Sunday, July 1, 2007

Three Rooms Press Show Rocks NYC at The Bowery Poetry Club

With four amazing poets on its growing roster, upstart poetry publishing force Three Rooms Press rocked the house at New York's Bowery Poetry Club on Saturday, June 30 to a standing-room only, appreciative crowd of long-term punks, rebel poets and supportive friends of all ages.

The party started with a solo electronica-bass slot by The Bass Player from Hand Job, a fascinating musician who swirled loops and samples with live music and added several cutting edge snippets of original poetry throughout the show.

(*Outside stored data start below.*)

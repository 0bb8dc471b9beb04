import { describe, expect, it } from 'vitest';
import { readTable } from '../../src/archive/csv-table.ts';
import { mapHeadings } from '../../src/archive/headings.ts';
import { OXIDES } from '../../src/chemistry/oxides.ts';
import { readArchive } from '../../src/archive/read-archive.ts';
import { faultLine } from '../../src/errors.ts';
import { bytesOf, filesOf } from '../support/builders.ts';

const KNOWN = ['tile', 'recipe', ...OXIDES, 'firing', 'cone', 'surface', 'thickness_mm', 'note'];
const map = (headings: string, known: readonly string[] = KNOWN) => {
  const read = readTable('a.csv', bytesOf(`${headings}\n`));
  if ('fault' in read) throw new Error(read.fault.message);
  return mapHeadings(read.table, known);
};

describe('mapHeadings', () => {
  it('finds known columns in any order, and keeps unknown ones', () => {
    const { places, unknown, faults, notes } = map('cone,SiO2,colour,__proto__,tile');
    expect([...places]).toEqual([
      ['cone', 0],
      ['SiO2', 1],
      ['tile', 4],
    ]);
    expect(unknown).toEqual([
      { heading: 'colour', place: 2 },
      { heading: '__proto__', place: 3 },
    ]);
    expect([faults, notes]).toEqual([[], []]);
  });

  it('accepts other capitals and lowered digits, and says so', () => {
    const { places, notes } = map('Tile,SIO2,Al₂O₃');
    expect([...places.keys()]).toEqual(['tile', 'SiO2', 'Al2O3']);
    expect(notes).toEqual([
      'a.csv: heading "Tile" read as tile',
      'a.csv: heading "SIO2" read as SiO2',
      'a.csv: heading "Al₂O₃" read as Al2O3',
    ]);
  });

  it.each([
    ['surfce', 'expected a known column, got "surfce"; nearest known: surface'],
    ['notes', 'expected a known column, got "notes"; nearest known: note'],
    ['Si02', 'expected a known column, got "Si02"; nearest known: SiO2'],
    ['A1203', 'expected a known column, got "A1203"; nearest known: Al2O3'],
    ['thickness mm', 'expected a known column, got "thickness mm"; nearest known: thickness_mm'],
    ['FeO', 'expected an oxide that is known, got "FeO"; nearest known: Fe2O3'],
    ['MnO2', 'expected an oxide that is known, got "MnO2"; nearest known: MnO'],
    ['SiO2 %', 'expected an oxide that is known, got "SiO2 %"; nearest known: SiO2'],
    ['SiO2_wt', 'expected an oxide that is known, got "SiO2_wt"; nearest known: SiO2'],
    ['KNaO', 'expected an oxide that is known, got "KNaO"; nearest known: K2O'],
    ['Pr2O3', 'expected an oxide that is known, got "Pr2O3"; nearest known: Cr2O3'],
  ])(
    'a heading that is nearly known, or looks like an oxide, is a fault: %s',
    (heading, message) => {
      const { faults, unknown } = map(`tile,${heading}`);
      expect(unknown).toEqual([]);
      expect(faults).toEqual([{ file: 'a.csv', line: 1, column: heading, message }]);
    },
  );

  it.each(['SiO2:Al2O3', 'SiO2 / Al2O3', 'NO', 'No.', 'colour', 'photo', 'Oxides'])(
    'leaves alone what is neither: %s',
    (heading) => {
      expect(map(`tile,${heading}`).unknown).toEqual([{ heading, place: 1 }]);
    },
  );

  it('points from water and carbon dioxide to loi where an analysis is read', () => {
    const known = ['material', ...OXIDES, 'loi'];
    expect(map('material,H2O', known).faults[0]?.message).toBe(
      'expected an oxide that is known, got "H2O"; nearest known: loi',
    );
  });

  it('a column that comes twice is a fault, also in other capitals or if unknown', () => {
    const message = 'expected each column once, got it in columns 1 and 2';
    for (const heading of ['SiO2,sio2', 'colour,colour']) {
      expect(map(heading).faults).toMatchObject([{ column: heading.split(',')[1], message }]);
    }
  });

  it('says what a faulty heading stands for, so that it is not missing as well', () => {
    expect([...map('tile,Al203,SiO2 %').meant]).toEqual(['Al2O3', 'SiO2']);
    expect([...map('tile,colour').meant]).toEqual([]);
  });

  it('bounds the length of a heading', () => {
    expect(map('x'.repeat(201)).faults[0]?.message).toBe(
      'expected a heading of at most 200 characters, got 201',
    );
  });
});

describe('a misspelt heading beside one that is missing', () => {
  it('hides nothing: both faults come at once', () => {
    const csv = 'tile,cone,Finish,SiO2,Al203,CaO\nA,6,gloss,3,0.4,1\n';
    const { faults } = readArchive(filesOf({ 'a.csv': csv }));
    expect(faults.filter(({ line }) => line === 1).map(faultLine)).toEqual([
      'a.csv:1 Al203: expected a known column, got "Al203"; nearest known: Al2O3',
      'a.csv:1 surface: expected this column, found none',
    ]);
  });
});
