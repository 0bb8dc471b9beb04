import { describe, expect, it } from 'vitest';
import { lostZero, peakMisfit } from '../../src/archive/lost-zero.ts';
import { coneIndex } from '../../src/firing/cone.ts';
import { endPointC } from '../../src/firing/end-points.ts';
import { publishedTable } from '../reference/chemistry-tables.ts';

describe('endPointC', () => {
  // Source: Edward Orton Jr. Ceramic Foundation, self-supporting cones at 60 degrees C an hour
  // (verified: copies agree; the maker's name from memory).
  it.each([
    ['022', 586],
    ['06', 998],
    ['05.5', 1015],
    ['04', 1063],
    ['03', 1086],
    ['1', 1137],
    ['4', 1162],
    ['5', 1186],
    ['6', 1222],
    ['7', 1239],
    ['8', 1249],
    ['9', 1260],
    ['10', 1285],
    ['14', 1365],
  ])('cone %s is down at %i °C', (cone, endC) => {
    expect(endPointC(coneIndex(cone))).toBe(endC);
  });

  it('rises with the cone, on straight lines between, and says no more beyond its ends', () => {
    for (let index = -21; index < 14; index += 0.25) {
      expect(endPointC(index + 0.25)).toBeGreaterThan(endPointC(index));
    }
    expect(endPointC(6.5)).toBe((1222 + 1239) / 2);
    expect([endPointC(-30), endPointC(42)]).toEqual([586, 1365]);
    expect(() => endPointC(Number.NaN)).toThrow('coneIndex must be a number, got NaN');
  });
});

describe('lostZero', () => {
  it('says that 6 was 06', () => {
    expect(lostZero('6', 998)).toBe(
      'expected a cone that fits peak_c 998, got "6" (about 1222 °C); ' +
        '06 (about 998 °C) fits better: spreadsheets turn 06 into 6',
    );
    expect(lostZero('4', 1070)).toContain('04 (about 1063 °C) fits better');
    expect(lostZero('5.5', 1010)).toContain('05.5 (about 1015 °C) fits better');
    expect(lostZero('18', 715)).toContain('018 (about 715 °C) fits better');
  });

  it.each([
    ['6', 1222],
    ['6', 1185], // 15 degrees C an hour, verified
    ['6', 1111],
    ['6', 1100], // fits neither: what was meant cannot be known
    ['6', 700],
    ['06', 998],
    ['06', 1222],
    ['1', 1109], // 15 degrees C an hour, verified: nearer to the end point of 01, and right
    ['2', 1100], // a slow firing to 2 or a fast one to 02
    ['0.5', 1119],
    ['25', 1400],
  ])('leaves cone %s at %i °C alone', (cone, peakC) => {
    expect(lostZero(cone, peakC)).toBeUndefined();
  });
});

describe('peakMisfit', () => {
  it.each([
    ['6', 1150, 1222, '3'],
    ['6', 1300, 1222, '11'],
    ['6', 1100, 1222, '02'],
    ['6', 700, 1222, '018'],
    ['06', 1222, 998, '6'],
    ['06', 700, 998, '018'],
    ['25', 1222, 1365, '6'],
  ])('cone %s does not go with %i °C', (cone, peakC, usualC, nearestCone) => {
    expect(peakMisfit(cone, peakC)).toEqual({ usualC, nearestCone });
  });

  it('is none at any rate of heating that the chart knows, at any of its cones', () => {
    const rows = publishedTable('cone-temperatures.csv').filter(
      ({ series }) => series === 'self_supporting',
    );
    expect(rows).toHaveLength(111);
    for (const row of rows) {
      expect(peakMisfit(row['cone'], Number(row['temperature_C']))).toBeUndefined();
    }
  });

  it('is none above a cone beyond the chart', () => {
    expect(peakMisfit('25', 1400)).toBeUndefined();
  });
});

Up next: the delicious Karen Hildebrand, whose poems are like a literary version of Emmylou Harris, poking into the oft-hidden deep feelings underlying even everyday experiences like softball games in the park, or a bus trip across town. Hildebrand hit her stride with a wondrous piece about a woman entering the abandoned apartment of her lover, who has recently--and suddenly--passed away. The eeriness of seeing a half eaten donut, or the Yellow Pages unexplicably opened to the letter "T," is well-realized in this heartfelt work. Other work included several poems from her masterful TRP book One Foot Out The Door.

With an interlude by The Bass Player about what being "Punk" is really all about, Bronx-born poet Peter Carlaftes took the mic, and ripped into an eight-poem set that emphasized his gift for making beauty out of the horror, and doing so with an incredibly comic sense. His fictional piece about being awakened by two cops while asleep in a car parked in the middle of the Golden Gate Bridge was uproarious, and the crowd seemed to enjoy the piece as much as Carlaftes himself. All the work he read is available in his FIVE books of poems on Three Rooms Press: The Bar Essentials, Sheer Bardom, The I Can't 'O Cantos, Drive By Brooding and Nightclub Confidential. All five, in their third to fifth printing, are available for a cool $20. Email to order.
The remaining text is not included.